I’m on the back verandah and the phone jolts me upright: Shit, I’m not asleep.

I’ve been watching the dog. Not the usual sphinx; tonight she’s stalking flies. Her eyes follow as the flies circle. When they come within muzzle shot, she lunges and gives a hollow sounding chump as she crashes her teeth together. Missed again. She always misses. Well I’ve never seen her catch one. They must taste real good because the amount of energy expended surely isn’t recovered by the intake of an occasional fly. I don’t understand. How does a humming bird maintain the energy to flap its wings at a million revs a minute just by soaking up a few drops of pollen?

“Gidday, Jack here…”

“Hello Grampa, its Nick.”

“How you doin’ Nick?”

“Good… Hey Grampa, I’ve got a very funny story. I thought you’d like to hear it.”

“Great. Go on Nick?”

“Why did the bacteria cross the road?” Sounds of my daughter prompting in the background. “No. That’s wrong. It should be: ‘Why did the chewing gum cross the road?’”

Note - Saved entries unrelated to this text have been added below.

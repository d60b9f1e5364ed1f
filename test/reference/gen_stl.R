# Reference values for STL (Cleveland, Cleveland, McRae & Terpenning 1990) from R's stats::stl
# on R's datasets co2 (monthly, 1959-1997) and nottem (monthly, 1920-1939), several settings
# including robust and periodic. Writes fixtures/stl_r.json (JSON written by hand: no JSON package).
# Parameters are recorded under our option names; the values R resolves (odd windows, jumps) too.
num <- function(v) paste0("[", paste(sprintf("%.17g", v), collapse = ","), "]")
cases <- list(
  list(name = "co2-s7", data = "co2", args = list(s.window = 7)),
  list(name = "co2-s35-deg1-robust", data = "co2", args = list(s.window = 35, s.degree = 1, robust = TRUE)),
  list(name = "nottem-periodic", data = "nottem", args = list(s.window = "periodic")),
  list(name = "nottem-s7-robust-t21-jump1", data = "nottem", args = list(s.window = 7, t.window = 21, robust = TRUE, s.jump = 1, t.jump = 1, l.jump = 1)),
  list(name = "nottem-s13-deg1-t0-l13-inner3-outer2", data = "nottem", args = list(s.window = 13, s.degree = 1, t.degree = 0, l.window = 13, inner = 3, outer = 2))
)
out <- character(0)
for (cs in cases) {
  x <- get(cs$data, envir = as.environment("package:datasets"))
  f <- do.call(stl, c(list(x = x), cs$args))
  a <- cs$args
  d <- f$deg; w <- f$win; j <- f$jump
  params <- sprintf('{"period":%d,"seasonalWindow":%s,"seasonalDegree":%d,"trendWindow":%d,"trendDegree":%d,"lowPassWindow":%d,"lowPassDegree":%d,"seasonalJump":%d,"trendJump":%d,"lowPassJump":%d,"innerLoops":%d,"outerLoops":%d}',
    frequency(x), if (identical(a$s.window, "periodic")) '"periodic"' else as.character(w[["s"]]), d[["s"]], w[["t"]], d[["t"]], w[["l"]], d[["l"]], j[["s"]], j[["t"]], j[["l"]], f$inner, f$outer)
  out <- c(out, sprintf('{"name":"%s","dataset":"R datasets::%s","call":"%s","options":%s,"y":%s,"seasonal":%s,"trend":%s,"remainder":%s,"weights":%s}',
    cs$name, cs$data, gsub('"', "'", deparse(as.call(c(as.name("stl"), list(x = as.name(cs$data)), cs$args)), width.cutoff = 500L)), params,
    num(as.numeric(x)), num(f$time.series[, "seasonal"]), num(f$time.series[, "trend"]), num(f$time.series[, "remainder"]), num(f$weights)))
}
json <- sprintf('{"source":"R stats::stl","version":"%s","note":"R defaults: seasonal degree 0, jumps ceiling(window/10), inner 2 (robust: 1) and outer 0 (robust: 15); periodic: s.window = 10 n + 1, degree 0, season averaged per phase","cases":[%s]}',
  R.version.string, paste(out, collapse = ","))
dir.create("fixtures", showWarnings = FALSE)
writeLines(json, "fixtures/stl_r.json")
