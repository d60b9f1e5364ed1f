#!/usr/bin/env bash
# Regenerates every reference fixture under test/reference/fixtures.
# Each generator is test/reference/gen_*.py (run with Debian's /usr/bin/python3)
# or test/reference/gen_*.R (run with Debian's Rscript); each writes its own
# JSON files recording source, version and parameters.
# Needs: apt-get install r-base-core r-cran-mass python3-scipy python3-statsmodels python3-pywt python3-mpmath python3-cvxopt
set -euo pipefail
cd "$(dirname "$0")"
for f in gen_*.py; do [ -e "$f" ] || continue; echo "== $f"; /usr/bin/python3 "$f"; done
for f in gen_*.R; do [ -e "$f" ] || continue; echo "== $f"; Rscript --vanilla "$f"; done
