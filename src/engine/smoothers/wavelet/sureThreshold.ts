/**
 * The SureShrink threshold for one level of wavelet coefficients already divided
 * by the noise level (D. L. Donoho and I. M. Johnstone, "Adapting to unknown
 * smoothness via wavelet shrinkage", J. Amer. Statist. Assoc. 90 (1995) 1200-1224):
 *
 *   SURE(t) = d - 2 #{i : |x_i| <= t} + sum_i min(x_i^2, t^2),
 *
 * Stein's unbiased estimate of the risk of soft thresholding at t, minimised over
 * t in {0} and the |x_i| up to the universal threshold sqrt(2 log d). Their hybrid
 * rule: when the level looks sparse, s_d^2 = (sum x_i^2 - d) / d <= (log2 d)^(3/2) / sqrt(d),
 * the universal threshold sqrt(2 log d) is used instead. O(d log d) (one sort).
 *
 * @param x - coefficients of one level divided by sigma
 * @returns the threshold, in units of sigma, and whether the hybrid rule chose the universal one
 * @example
 * ```ts
 * sureThreshold(Float64Array.of(0.1, -0.3, 8, 0.2)).threshold; // sqrt(2 log 4) (sparse level)
 * ```
 * Unchecked.
 */
export function sureThreshold(x: Float64Array): { threshold: number; universal: boolean } {
  const d = x.length;
  const tU = Math.sqrt(2 * Math.log(Math.max(d, 2)));
  if (d === 0) return { threshold: tU, universal: true };
  let ss = 0;
  for (let i = 0; i < d; i++) ss += x[i] * x[i];
  const s2 = (ss - d) / d;
  if (s2 <= Math.pow(Math.log2(Math.max(d, 2)), 1.5) / Math.sqrt(d)) return { threshold: tU, universal: true };
  const a = Float64Array.from(x, Math.abs).sort();
  // SURE at t = a_k (k = 0..d-1, counting a_0..a_k as <= t, ties included by ascending order):
  // d - 2 (k + 1) + sum_{i <= k} a_i^2 + (d - k - 1) a_k^2
  let best = d, bestT = 0; // t = 0: SURE = d - 2 #{x_i = 0} + 0 >= ... computed below
  let zeros = 0;
  for (let i = 0; i < d; i++) if (a[i] === 0) zeros++;
  best = d - 2 * zeros;
  let cum = 0;
  for (let k = 0; k < d; k++) {
    const t = a[k];
    cum += t * t;
    if (t > tU) break;
    if (k + 1 < d && a[k + 1] === t) continue; // count all ties at t
    const risk = d - 2 * (k + 1) + cum + (d - k - 1) * t * t;
    if (risk < best) { best = risk; bestT = t; }
  }
  return { threshold: bestT, universal: false };
}
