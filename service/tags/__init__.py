"""Plant tags: one signal per topic, decoded into readings, and assembled into channel samples.

``registry`` (which tag a topic carries), ``tag_payload`` (a message into a value, time stamp and
quality), ``json_pointer`` (RFC 6901), ``tag_list`` (tags from a CSV file) and ``assembler`` (a sample
forms when a channel's output tag updates). ``tag_path`` joins them into the one lane the engine
and the offline tools feed tag messages through.
"""
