def run_pass(data: str | Path, configs: Sequence[RwlsConfig], *, label: str = "replay",
             show_progress: bool | None = False, on_rows: RowsCallback | None = None,
             what_ifs: Sequence[WhatIf] | None = None,
             trace: ReplayTrace | None = None, chunk_rows: int = CHUNK_ROWS,
             chunk_samples: int = SAMPLES_PER_CHUNK, exact: bool = False) -> HistoryPass:
    """Every sample of a CSV history through every setting's channels, in one pass over the file.

    Parameters
    ----------
    data : the CSV file, wide or long layout (told apart by the header)
    configs : one configuration per setting, all of the same channels (the first's tags read a long file)
    label : what the progress bar says
    on_rows : called ``(channel, rows)`` with each chunk's applied samples of a channel, in order (one setting)
    what_ifs : one per setting (made of its configuration): its alarm transitions are collected there
    trace : the report's trajectories and rows (one setting; the exact path)
    chunk_rows : long layout: rows per batch of tag updates (the result does not depend on it)
    chunk_samples : samples per columnar chunk (the result does not depend on it)
    exact : every sample alone through the exact path (:meth:`ChannelBank.apply_one`)

    Raises
    ------
    service.offline.csv_source.CsvError
        The file cannot be used at all (bad rows never raise).
    service.config.settings.ConfigError
        A long file, and the configuration's tags are unusable.
    """
    if chunk_samples < 1:
        raise ValueError(f"chunk_samples must be at least 1, got {chunk_samples}")
    if not configs:
        raise ValueError("configs must hold at least one setting")
    if len(configs) > 1 and (on_rows is not None or trace is not None):
        raise ValueError("on_rows and trace take one setting")
    if what_ifs is not None and len(what_ifs) != len(configs):
        raise ValueError(f"what_ifs must hold one per setting, got {len(what_ifs)} for {len(configs)}")
    settings = [_Setting(c, k, len(configs) == 1, RunResult(channels={}),
                         what_ifs[k] if what_ifs is not None else None) for k, c in enumerate(configs)]
    bank = _bank_of(settings)
    if what_ifs is not None:
        bank.take_events()
        for s in settings:
            cast(WhatIf, s.what_if).start_held(
                {cid: bank.baseline_version(s.bank_id(cid)) is not None for cid in s.config.channels})
    source = _open(data, configs[0], chunk_rows)
    layout = "wide" if isinstance(source, WideSamples) else "long"
    progress = Progress(source.total_chars, label, enabled=show_progress)
    run = _Chunks(bank, settings, on_rows, trace, exact or trace is not None)
    chunk: list[LinedSample | RowProblem] = []
    samples = 0
    shown = 0
    for item in source:
        if source.rows - shown >= 512:
            shown = source.rows
            progress.update(source.progress_chars, shown)
        chunk.append(item)
        if isinstance(item, LinedSample):
            samples += 1
            if samples >= chunk_samples or run.one_by_one:
                run.apply(chunk)
                chunk = []
                samples = 0
    run.apply(chunk)
    progress.close()
    for s in settings:
        result = s.result
        result.layout = layout
        result.rows = source.rows
        if isinstance(source, TagSamples):
            result.samples_not_formed = source.not_formed
            result.tag_updates_unused = source.updates_unused
            result.tag_updates_not_newer = source.updates_not_newer
    return HistoryPass(bank, settings)
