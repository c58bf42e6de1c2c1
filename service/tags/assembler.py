"""Channel samples assembled from tag updates: a sample forms when a channel's OUTPUT tag updates.

A plant publishes each signal on its own, at its own moments; a channel relates one output tag ``y``
to input tags. :class:`SampleAssembler` keeps, per tag, its newest few updates (value, time stamp,
quality) and, whenever a channel's output tag updates at ``t_out``, takes for each input the newest
update stamped at or before ``t_out``:

``latest`` mode
    used when ``t_out - t_in <= max_age`` of the input tag (seconds; unbounded by default, for
    report-by-exception tags that publish only on change);
``matched`` mode (plants that scan synchronously)
    used when also ``t_out - tolerance <= t_in`` (the channel's tolerance, seconds). The stricter of
    the two limits decides; an input too old for it is ``input_unmatched`` when the tolerance is the
    stricter (or they are equal), ``input_stale`` otherwise.

The same rule as a backward as-of join (pandas ``merge_asof(direction="backward")`` with the limit as
``tolerance``), which is what ``tests/property/test_tag_assembly_oracle.py`` checks it against.

**Arrival order decides; nothing is revised.** Updates are taken in the order they arrive, and a
sample, once formed or refused, stays so. An update whose stamp is later than the tag's newest kept
stamp is kept (the oldest of the ``history`` kept is dropped); any other (a late arrival, a
repeat) is not kept and is counted in :attr:`AssembledBatch.not_newer`. So an input value that
arrives after the output update it belonged to does not change that sample: it becomes the input's
newest value for later samples when its stamp is newer than the one held, and is ignored otherwise.
An output update forms its channels' samples whether or not its stamp advances (a repeated or
backward output stamp is passed through: the estimator refuses it by its own rule). Kept stamps of
a tag are strictly increasing, so the search for ``t_in <= t_out`` walks back from the newest and
usually stops at once; the history lets an output whose stamps lag its inputs' (a slower gateway)
still find the input value of its moment.

Refusals (:class:`FormingRefusal`, counted per channel; the tag messages themselves were fine, so they
are no dead letters). The first failed check gives the reason: the output's quality, then each input
in the channel's order: missing, ahead, stale or unmatched, bad quality.

Determinism: the outcome depends only on the configuration and the sequence of updates in arrival
order, never on how that sequence is cut into batches, so an input log replayed, or a historian CSV
read in file order, gives the same samples bit for bit; :meth:`SampleAssembler.export_state` and
:meth:`SampleAssembler.import_state` carry the kept updates across a checkpoint.

Cost: per update O(1) to keep it, plus O(inputs) for each channel whose output it is, on Python lists
of floats; no object per update (per batch, a few lists per channel that forms samples, and one array
per field). About 2-3 microseconds per update for 1,000 channels of one input each on the 2-core
VM of the benchmarks (``tests/benchmarks/test_tag_assembly_cost.py``).
:meth:`SampleAssembler.assemble` takes columns (whole arrays) and gives columns per channel;
:meth:`SampleAssembler.update` takes one update through the same loop (scalar checks instead of
array ones).
"""

from __future__ import annotations

import math
from collections.abc import Mapping, Sequence
from dataclasses import dataclass
from enum import StrEnum
from typing import Any

import numpy as np
from numpy.typing import ArrayLike, NDArray

from service.config.tag_settings import ChannelTagsConfig

__all__ = ["AssembledBatch", "ChannelSamples", "FormingRefusal", "SampleAssembler"]

FloatArray = NDArray[np.float64]


class FormingRefusal(StrEnum):
    """Why an output update formed no sample of a channel (stable codes, in the order they are checked)."""

    OUTPUT_BAD_QUALITY = "output_bad_quality"   # the output update's quality is not good
    INPUT_MISSING = "input_missing"             # the input tag has no update stamped at or before t_out
    INPUT_AHEAD = "input_ahead"                 # every kept update is stamped after t_out; older ones were dropped
    INPUT_STALE = "input_stale"                 # t_out - t_in > the input tag's max_age
    INPUT_UNMATCHED = "input_unmatched"         # matched mode: t_out - t_in > the channel's tolerance
    INPUT_BAD_QUALITY = "input_bad_quality"     # the input update used is not of good quality


_REFUSALS = tuple(FormingRefusal)
_OUTPUT_BAD, _MISSING, _AHEAD, _STALE, _UNMATCHED, _INPUT_BAD = range(len(_REFUSALS))


@dataclass(frozen=True)
class ChannelSamples:
    """The samples one batch formed for one channel, in arrival order of their output updates.

    ``y``, ``t``: ``(m,)``; ``inputs``: ``(m, p)`` with columns in ``input_names`` order;
    ``position``: ``(m,)`` index, within the batch, of the output update that formed each sample.
    Times are epoch seconds. The arrays are views of arrays made for the batch, never of the
    assembler's state.
    """

    input_names: tuple[str, ...]
    y: FloatArray
    inputs: FloatArray
    t: FloatArray
    position: NDArray[np.int64]

    def __len__(self) -> int:
        return len(self.y)


@dataclass(frozen=True)
class AssembledBatch:
    """What one batch of tag updates gave.

    ``samples``: channels that formed at least one sample, in configuration order.
    ``refusals``: per channel with at least one refusal, the count by reason (reasons in check order).
    ``not_newer``: per tag, the updates whose stamp was not later than the tag's newest kept one (not kept).
    """

    samples: dict[str, ChannelSamples]
    refusals: dict[str, dict[FormingRefusal, int]]
    not_newer: dict[str, int]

“I don’t know Nick. Why did the chewing gum cross the road?”

“Because it was stuck to the duck’s foot.” More background prompting. “No, that’s wrong. Because it was stuck to the chicken’s foot.”

“Ha. That’s a real good one Nick.”

“There’s more Grandpa… Why did the bacteria cross the road?”

“I dunno Nick; why did the bacteria cross the road?”

“Because it was stuck to the chewing gum. Funny hey Grampa.”

I’m almost crying with laughter. “Yeah that’s a beaut joke Nick. Where’d you get it?”

“I got it from a book in the school library. I’m in a special club some lunchtimes. I reckon its good fun.”

“Thanks very much for ringing. Are you off to bed now?”

“Yes, Grampa, I’ll see you later.”

Nick’s a bit frustrated with reading. He lives in a house where his Mum and twin sister are prolific readers.

The dog chomps again and I see her licking her lips and salivating profusely.

Yeah, persist with it Nick. You’ll love the rewards.

I go inside and add a page of chicken jokes to my web site and email a link to Nick’s mum.

“Why did the chicken cross the playground? To get to the other slide.”
Oh well, it's probably just as important as some of the other hot shot stuff I do.